/** Scenario simulation: invented streams from known subpopulations, with ground truth. Pure, no I/O. */
export * from './families.js';
export * from './scenario.js';
export { simulate, type GroundTruth, type SimRecord, type SimulationRun, type StreamTruth, type TruthChange, type TruthKind } from './generator.js';
export { SCENARIOS, SCENARIO_NAMES, buildScenario, type SuiteEntry, type SuiteOptions } from './suite.js';
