function componentTable(d) {
  var ref = {};
  d.reference.forEach(function (c) { ref[c.id] = c; });
  var cur = {};
  d.components.forEach(function (c) { cur[c.id] = c; });
  var bands = {};
  d.bands.current.forEach(function (b) { bands[b.id] = b; });
  var rows = d.components.slice();
  d.reference.forEach(function (c) { if (!cur[c.id]) rows.push(c); });
  var unit = unitWords(d.unit);
  var body = el('tbody', null, rows.map(function (c) {
    var inCur = cur[c.id], inRef = ref[c.id], b = bands[c.id];
    var note = !inRef ? 'new: not in the reference' : !inCur ? 'only in the reference: not seen now' : '';
    return el('tr', { 'data-component': c.id }, [
      el('th', { scope: 'row' }, [
        sv('svg', { width: 12, height: 12, 'aria-hidden': 'true', 'class': 'swatch' }, sv('rect', { width: 12, height: 12, fill: componentColour(c.id), 'fill-opacity': 0.6, stroke: componentColour(c.id) })),
        ' #' + c.id
      ]),
      el('td', { 'class': 'num', text: inCur ? pct(inCur.weight) : '\u2013' }),
      el('td', { 'class': 'num', text: inCur ? fmt(inCur.location) : '\u2013' }),
      el('td', { 'class': 'num', text: inCur ? fmt(inCur.spread) : '\u2013' }),
      el('td', { 'class': 'num', text: b ? fmt(b.lo) + ' \u2013 ' + fmt(b.hi) : '\u2013' }),
      el('td', { 'class': 'num', text: inRef ? pct(inRef.weight) : '\u2013' }),
      el('td', { 'class': 'num', text: inRef ? fmt(inRef.location) : '\u2013' }),
      el('td', { 'class': 'num', text: inRef ? fmt(inRef.spread) : '\u2013' }),
      el('td', { text: note })
    ]);
  }));
  return el('table', { id: 'components' }, [
    el('caption', { text: 'Location is the median and spread half the central 68 % interval of each component, in ' + unit + '. Ids stay with a component for its whole life.' }),
    el('thead', null, [
      el('tr', null, [
        el('td'),
        el('th', { scope: 'colgroup', colspan: 4, text: 'Current model' }),
        el('th', { scope: 'colgroup', colspan: 3, text: 'Reference model' }),
        el('td')
      ]),
      el('tr', null, [
        el('th', { scope: 'col', text: 'Component' }),
        el('th', { scope: 'col', 'class': 'num', text: 'Weight' }),
        el('th', { scope: 'col', 'class': 'num', text: 'Location' }),
        el('th', { scope: 'col', 'class': 'num', text: 'Spread' }),
        el('th', { scope: 'col', 'class': 'num', text: '68 % band' }),
        el('th', { scope: 'col', 'class': 'num', text: 'Weight' }),
        el('th', { scope: 'col', 'class': 'num', text: 'Location' }),
        el('th', { scope: 'col', 'class': 'num', text: 'Spread' }),
        el('th', { scope: 'col', text: 'Note' })
      ])
    ]),
    body
  ]);
}
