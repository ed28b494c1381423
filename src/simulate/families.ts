/**
 * The distribution families scenario streams are drawn from, with sampling, closed-form log densities and
 * moments (the standard formulas, e.g. Johnson, Kotz & Balakrishnan, "Continuous Univariate Distributions").
 * Each family has one "location" parameter that `shift` and `drift` changes move:
 * normal: mean; lognormal: meanlog; gamma: scale; pareto: scale (xm).
 */
import type { Random } from '../math/random.js';

export type ComponentSpec =
  | { family: 'normal'; mean: number; sd: number }
  | { family: 'lognormal'; meanlog: number; sdlog: number }
  | { family: 'gamma'; shape: number; scale: number }
  | { family: 'pareto'; scale: number; shape: number };

export type FamilyName = ComponentSpec['family'];
export const FAMILIES: readonly FamilyName[] = ['normal', 'lognormal', 'gamma', 'pareto'];

export interface MixtureSpec {
  weights: number[];
  components: ComponentSpec[];
}

const LN_SQRT_2PI = 0.5 * Math.log(2 * Math.PI);

/** Lanczos approximation of ln Γ(x), x > 0 (g = 7, n = 9 coefficients; relative error ~1e-15). */
export function lgamma(x: number): number {
  if (x < 0.5) return Math.log(Math.PI / Math.abs(Math.sin(Math.PI * x))) - lgamma(1 - x);
  const c = [
    0.99999999999980993, 676.5203681218851, -1259.1392167224028, 771.32342877765313, -176.61502916214059,
    12.507343278686905, -0.13857109526572012, 9.9843695780195716e-6, 1.5056327351493116e-7,
  ];
  const z = x - 1;
  let a = c[0];
  const t = z + 7.5;
  for (let i = 1; i < 9; i++) a += c[i] / (z + i);
  return LN_SQRT_2PI + (z + 0.5) * Math.log(t) - t + Math.log(a);
}

export function sampleComponent(c: ComponentSpec, rng: Random): number {
  switch (c.family) {
    case 'normal':
      return c.mean + c.sd * rng.normal();
    case 'lognormal':
      return Math.exp(c.meanlog + c.sdlog * rng.normal());
    case 'gamma':
      return c.scale * rng.gamma(c.shape);
    case 'pareto':
      // Inverse CDF: F(x) = 1 - (xm/x)^alpha.
      return c.scale * Math.pow(1 - rng.uniform(), -1 / c.shape);
  }
}

export function componentLogPdf(c: ComponentSpec, x: number): number {
  switch (c.family) {
    case 'normal': {
      const z = (x - c.mean) / c.sd;
      return -0.5 * z * z - Math.log(c.sd) - LN_SQRT_2PI;
    }
    case 'lognormal': {
      if (!(x > 0)) return -Infinity;
      const lx = Math.log(x);
      const z = (lx - c.meanlog) / c.sdlog;
      return -0.5 * z * z - Math.log(c.sdlog) - LN_SQRT_2PI - lx;
    }
    case 'gamma':
      if (!(x > 0)) return -Infinity;
      return (c.shape - 1) * Math.log(x) - x / c.scale - lgamma(c.shape) - c.shape * Math.log(c.scale);
    case 'pareto':
      if (!(x >= c.scale)) return -Infinity;
      return Math.log(c.shape) + c.shape * Math.log(c.scale) - (c.shape + 1) * Math.log(x);
  }
}

/** Mean (Infinity for a Pareto with shape <= 1). */
export function componentMean(c: ComponentSpec): number {
  switch (c.family) {
    case 'normal':
      return c.mean;
    case 'lognormal':
      return Math.exp(c.meanlog + (c.sdlog * c.sdlog) / 2);
    case 'gamma':
      return c.shape * c.scale;
    case 'pareto':
      return c.shape > 1 ? (c.shape * c.scale) / (c.shape - 1) : Infinity;
  }
}

/** Variance (Infinity for a Pareto with shape <= 2). */
export function componentVariance(c: ComponentSpec): number {
  switch (c.family) {
    case 'normal':
      return c.sd * c.sd;
    case 'lognormal': {
      const s2 = c.sdlog * c.sdlog;
      return (Math.exp(s2) - 1) * Math.exp(2 * c.meanlog + s2);
    }
    case 'gamma':
      return c.shape * c.scale * c.scale;
    case 'pareto':
      return c.shape > 2 ? (c.scale * c.scale * c.shape) / ((c.shape - 1) * (c.shape - 1) * (c.shape - 2)) : Infinity;
  }
}

export function locationOf(c: ComponentSpec): number {
  switch (c.family) {
    case 'normal':
      return c.mean;
    case 'lognormal':
      return c.meanlog;
    case 'gamma':
    case 'pareto':
      return c.scale;
  }
}

export function withLocation(c: ComponentSpec, loc: number): ComponentSpec {
  switch (c.family) {
    case 'normal':
      return { ...c, mean: loc };
    case 'lognormal':
      return { ...c, meanlog: loc };
    case 'gamma':
    case 'pareto':
      return { ...c, scale: loc };
  }
}

/** True when the family only produces positive values (so a negative value is out of its domain). */
export function positiveSupport(c: ComponentSpec): boolean {
  return c.family !== 'normal';
}

/** log Σ_k w_k p_k(x), computed with the log-sum-exp shift so that tails do not underflow. */
export function mixtureLogPdf(m: MixtureSpec, x: number): number {
  let max = -Infinity;
  const n = m.components.length;
  const terms = new Array<number>(n);
  for (let k = 0; k < n; k++) {
    const t = m.weights[k] > 0 ? Math.log(m.weights[k]) + componentLogPdf(m.components[k], x) : -Infinity;
    terms[k] = t;
    if (t > max) max = t;
  }
  if (max === -Infinity) return -Infinity;
  let s = 0;
  for (let k = 0; k < n; k++) s += Math.exp(terms[k] - max);
  return max + Math.log(s);
}

/** Draws the component index by its weight, then a value from it. */
export function sampleMixture(m: MixtureSpec, rng: Random): number {
  let u = rng.uniform();
  const n = m.weights.length;
  for (let k = 0; k < n - 1; k++) {
    u -= m.weights[k];
    if (u < 0) return sampleComponent(m.components[k], rng);
  }
  return sampleComponent(m.components[n - 1], rng);
}

/** Deep copy (scenario state is changed in place; truth snapshots must not follow). */
export function cloneMixture(m: MixtureSpec): MixtureSpec {
  return { weights: m.weights.slice(), components: m.components.map((c) => ({ ...c })) };
}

***

Go through the material above, and wherever a line contains the string "sampleComponent", return it.

export function sampleComponent(c: ComponentSpec, rng: Random): number {
    if (u < 0) return sampleComponent(m.components[k], rng);
  return sampleComponent(m.components[n - 1], rng);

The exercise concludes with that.